## Collected data:
################

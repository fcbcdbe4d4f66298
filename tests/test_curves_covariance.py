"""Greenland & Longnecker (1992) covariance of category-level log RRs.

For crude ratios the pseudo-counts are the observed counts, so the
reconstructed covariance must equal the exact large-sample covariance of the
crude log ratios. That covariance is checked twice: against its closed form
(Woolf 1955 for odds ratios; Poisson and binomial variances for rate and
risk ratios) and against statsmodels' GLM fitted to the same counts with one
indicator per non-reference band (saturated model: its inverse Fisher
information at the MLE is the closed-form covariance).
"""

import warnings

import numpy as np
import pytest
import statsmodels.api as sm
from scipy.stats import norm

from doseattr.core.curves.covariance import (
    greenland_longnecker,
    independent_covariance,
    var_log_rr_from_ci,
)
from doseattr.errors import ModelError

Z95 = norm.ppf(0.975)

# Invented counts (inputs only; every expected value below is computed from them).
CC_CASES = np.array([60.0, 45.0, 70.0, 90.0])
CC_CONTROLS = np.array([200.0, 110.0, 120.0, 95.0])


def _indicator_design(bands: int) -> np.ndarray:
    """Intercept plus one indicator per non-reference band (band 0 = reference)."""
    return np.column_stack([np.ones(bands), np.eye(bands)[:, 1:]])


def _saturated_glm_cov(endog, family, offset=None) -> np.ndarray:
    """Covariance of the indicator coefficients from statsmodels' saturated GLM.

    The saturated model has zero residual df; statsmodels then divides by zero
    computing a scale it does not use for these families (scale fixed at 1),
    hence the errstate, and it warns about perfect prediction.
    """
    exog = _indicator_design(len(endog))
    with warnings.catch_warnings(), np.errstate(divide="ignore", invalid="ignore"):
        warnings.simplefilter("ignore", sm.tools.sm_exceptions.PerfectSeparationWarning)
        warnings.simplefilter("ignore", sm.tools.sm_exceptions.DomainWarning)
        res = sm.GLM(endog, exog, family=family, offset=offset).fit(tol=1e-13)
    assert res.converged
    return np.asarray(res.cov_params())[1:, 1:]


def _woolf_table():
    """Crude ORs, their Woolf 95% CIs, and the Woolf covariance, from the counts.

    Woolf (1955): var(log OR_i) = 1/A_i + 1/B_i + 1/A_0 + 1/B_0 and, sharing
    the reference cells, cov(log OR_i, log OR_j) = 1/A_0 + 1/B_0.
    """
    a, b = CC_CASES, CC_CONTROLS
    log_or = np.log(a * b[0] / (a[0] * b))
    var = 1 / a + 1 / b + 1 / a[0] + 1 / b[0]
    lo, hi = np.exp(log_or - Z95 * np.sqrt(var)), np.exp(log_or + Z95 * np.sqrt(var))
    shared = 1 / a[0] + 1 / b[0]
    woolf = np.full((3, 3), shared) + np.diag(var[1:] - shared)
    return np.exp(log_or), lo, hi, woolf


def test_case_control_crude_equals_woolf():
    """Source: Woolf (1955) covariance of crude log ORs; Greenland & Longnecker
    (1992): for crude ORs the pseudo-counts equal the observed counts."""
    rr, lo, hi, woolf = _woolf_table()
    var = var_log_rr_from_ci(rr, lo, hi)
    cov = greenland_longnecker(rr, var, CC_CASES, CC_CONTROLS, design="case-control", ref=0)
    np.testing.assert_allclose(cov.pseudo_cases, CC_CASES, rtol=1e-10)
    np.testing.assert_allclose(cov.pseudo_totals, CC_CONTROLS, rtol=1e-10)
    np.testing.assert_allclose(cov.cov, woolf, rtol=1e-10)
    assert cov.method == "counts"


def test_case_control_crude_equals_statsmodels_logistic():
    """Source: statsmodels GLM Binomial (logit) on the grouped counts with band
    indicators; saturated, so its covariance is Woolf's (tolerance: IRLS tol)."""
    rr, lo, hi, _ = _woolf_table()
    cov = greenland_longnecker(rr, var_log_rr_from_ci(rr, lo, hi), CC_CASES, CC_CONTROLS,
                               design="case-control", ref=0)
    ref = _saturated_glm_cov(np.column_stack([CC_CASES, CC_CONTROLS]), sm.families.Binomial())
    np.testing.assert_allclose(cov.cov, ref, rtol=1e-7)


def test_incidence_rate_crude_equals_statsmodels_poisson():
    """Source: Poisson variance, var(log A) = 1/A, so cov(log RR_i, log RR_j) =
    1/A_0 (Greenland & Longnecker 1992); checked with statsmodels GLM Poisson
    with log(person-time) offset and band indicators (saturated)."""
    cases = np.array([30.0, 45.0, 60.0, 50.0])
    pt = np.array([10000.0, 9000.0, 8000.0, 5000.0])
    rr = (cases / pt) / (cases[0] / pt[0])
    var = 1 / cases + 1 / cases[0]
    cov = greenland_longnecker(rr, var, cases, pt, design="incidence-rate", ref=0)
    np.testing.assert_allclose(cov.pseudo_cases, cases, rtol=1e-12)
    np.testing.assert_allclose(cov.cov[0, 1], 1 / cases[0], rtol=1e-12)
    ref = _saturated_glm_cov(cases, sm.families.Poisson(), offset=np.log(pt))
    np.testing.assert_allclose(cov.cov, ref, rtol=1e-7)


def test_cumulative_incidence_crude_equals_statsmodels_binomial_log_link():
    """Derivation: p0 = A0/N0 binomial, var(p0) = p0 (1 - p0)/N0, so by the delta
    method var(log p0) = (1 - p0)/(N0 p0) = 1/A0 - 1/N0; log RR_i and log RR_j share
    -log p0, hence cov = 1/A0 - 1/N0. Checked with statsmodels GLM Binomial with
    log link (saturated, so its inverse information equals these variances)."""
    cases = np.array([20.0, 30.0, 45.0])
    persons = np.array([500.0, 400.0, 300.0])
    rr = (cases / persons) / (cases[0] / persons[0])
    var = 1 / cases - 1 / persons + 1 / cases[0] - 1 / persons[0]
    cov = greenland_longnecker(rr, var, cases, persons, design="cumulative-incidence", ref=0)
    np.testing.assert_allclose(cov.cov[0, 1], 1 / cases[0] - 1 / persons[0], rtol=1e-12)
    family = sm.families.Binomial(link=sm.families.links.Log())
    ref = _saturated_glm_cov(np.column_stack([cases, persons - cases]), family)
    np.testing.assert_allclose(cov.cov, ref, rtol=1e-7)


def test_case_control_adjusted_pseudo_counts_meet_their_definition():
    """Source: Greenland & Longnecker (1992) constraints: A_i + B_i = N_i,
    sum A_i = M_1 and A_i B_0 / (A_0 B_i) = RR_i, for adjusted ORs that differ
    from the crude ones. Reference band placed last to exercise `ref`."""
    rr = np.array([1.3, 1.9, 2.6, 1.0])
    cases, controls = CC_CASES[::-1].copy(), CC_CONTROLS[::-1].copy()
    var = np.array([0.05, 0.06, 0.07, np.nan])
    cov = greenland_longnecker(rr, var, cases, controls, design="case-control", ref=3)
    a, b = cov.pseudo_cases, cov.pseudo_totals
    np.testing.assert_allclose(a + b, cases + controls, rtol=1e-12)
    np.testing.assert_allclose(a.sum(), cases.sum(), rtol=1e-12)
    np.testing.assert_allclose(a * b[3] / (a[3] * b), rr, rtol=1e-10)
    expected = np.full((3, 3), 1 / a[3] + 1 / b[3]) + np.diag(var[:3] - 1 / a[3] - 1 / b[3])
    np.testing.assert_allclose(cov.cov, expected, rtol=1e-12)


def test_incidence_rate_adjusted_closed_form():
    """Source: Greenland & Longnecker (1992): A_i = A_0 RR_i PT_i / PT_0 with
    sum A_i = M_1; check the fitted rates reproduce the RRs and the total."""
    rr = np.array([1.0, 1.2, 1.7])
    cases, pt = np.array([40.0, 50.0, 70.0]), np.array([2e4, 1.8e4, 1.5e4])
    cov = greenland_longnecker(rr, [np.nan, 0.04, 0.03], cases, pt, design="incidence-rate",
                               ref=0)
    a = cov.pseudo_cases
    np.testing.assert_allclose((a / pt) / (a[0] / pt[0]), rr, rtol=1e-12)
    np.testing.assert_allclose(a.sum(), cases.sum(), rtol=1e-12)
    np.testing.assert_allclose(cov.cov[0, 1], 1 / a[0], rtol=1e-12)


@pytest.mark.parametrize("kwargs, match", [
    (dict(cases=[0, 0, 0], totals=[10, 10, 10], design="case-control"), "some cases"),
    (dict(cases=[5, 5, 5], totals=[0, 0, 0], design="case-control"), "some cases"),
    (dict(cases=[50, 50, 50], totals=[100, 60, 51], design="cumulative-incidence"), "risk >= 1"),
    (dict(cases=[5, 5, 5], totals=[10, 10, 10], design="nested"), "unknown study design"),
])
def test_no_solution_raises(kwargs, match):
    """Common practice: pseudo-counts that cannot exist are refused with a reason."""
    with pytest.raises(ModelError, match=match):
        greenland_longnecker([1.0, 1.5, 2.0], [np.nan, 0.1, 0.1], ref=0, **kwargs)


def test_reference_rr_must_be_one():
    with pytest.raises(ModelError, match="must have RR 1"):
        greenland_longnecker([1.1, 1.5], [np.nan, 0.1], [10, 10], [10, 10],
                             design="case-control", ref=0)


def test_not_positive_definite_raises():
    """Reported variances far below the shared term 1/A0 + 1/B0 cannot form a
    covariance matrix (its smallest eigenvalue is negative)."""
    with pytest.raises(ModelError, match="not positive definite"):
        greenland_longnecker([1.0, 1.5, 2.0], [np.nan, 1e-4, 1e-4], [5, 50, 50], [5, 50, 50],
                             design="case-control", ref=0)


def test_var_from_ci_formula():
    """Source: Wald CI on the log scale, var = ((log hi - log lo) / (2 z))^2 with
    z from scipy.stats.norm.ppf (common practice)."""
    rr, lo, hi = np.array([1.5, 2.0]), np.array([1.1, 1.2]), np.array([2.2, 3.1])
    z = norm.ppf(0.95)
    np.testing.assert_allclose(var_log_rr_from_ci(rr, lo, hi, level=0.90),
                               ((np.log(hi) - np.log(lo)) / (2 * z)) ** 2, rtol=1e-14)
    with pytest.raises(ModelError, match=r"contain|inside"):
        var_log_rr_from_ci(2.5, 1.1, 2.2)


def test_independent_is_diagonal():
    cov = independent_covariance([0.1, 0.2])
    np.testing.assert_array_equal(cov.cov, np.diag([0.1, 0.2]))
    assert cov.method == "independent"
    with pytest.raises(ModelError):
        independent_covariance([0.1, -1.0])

################

## AIM OF THE TASK:
Repeat the lines from the first one in the records through the line containing "def _saturated_glm_cov(endog, family, offset=None)", exactly as written, and nothing else.

## WRITTEN RESPONSE:
repository fcbcdbe4d4f66298
filename tests/test_curves_covariance.py
"""Greenland & Longnecker (1992) covariance of category-level log RRs.

For crude ratios the pseudo-counts are the observed counts, so the
reconstructed covariance must equal the exact large-sample covariance of the
crude log ratios. That covariance is checked twice: against its closed form
(Woolf 1955 for odds ratios; Poisson and binomial variances for rate and
risk ratios) and against statsmodels' GLM fitted to the same counts with one
indicator per non-reference band (saturated model: its inverse Fisher
information at the MLE is the closed-form covariance).
"""

import warnings

import numpy as np
import pytest
import statsmodels.api as sm
from scipy.stats import norm

from doseattr.core.curves.covariance import (
    greenland_longnecker,
    independent_covariance,
    var_log_rr_from_ci,
)
from doseattr.errors import ModelError

Z95 = norm.ppf(0.975)

# Invented counts (inputs only; every expected value below is computed from them).
CC_CASES = np.array([60.0, 45.0, 70.0, 90.0])
CC_CONTROLS = np.array([200.0, 110.0, 120.0, 95.0])


def _indicator_design(bands: int) -> np.ndarray:
    """Intercept plus one indicator per non-reference band (band 0 = reference)."""
    return np.column_stack([np.ones(bands), np.eye(bands)[:, 1:]])


def _saturated_glm_cov(endog, family, offset=None) -> np.ndarray:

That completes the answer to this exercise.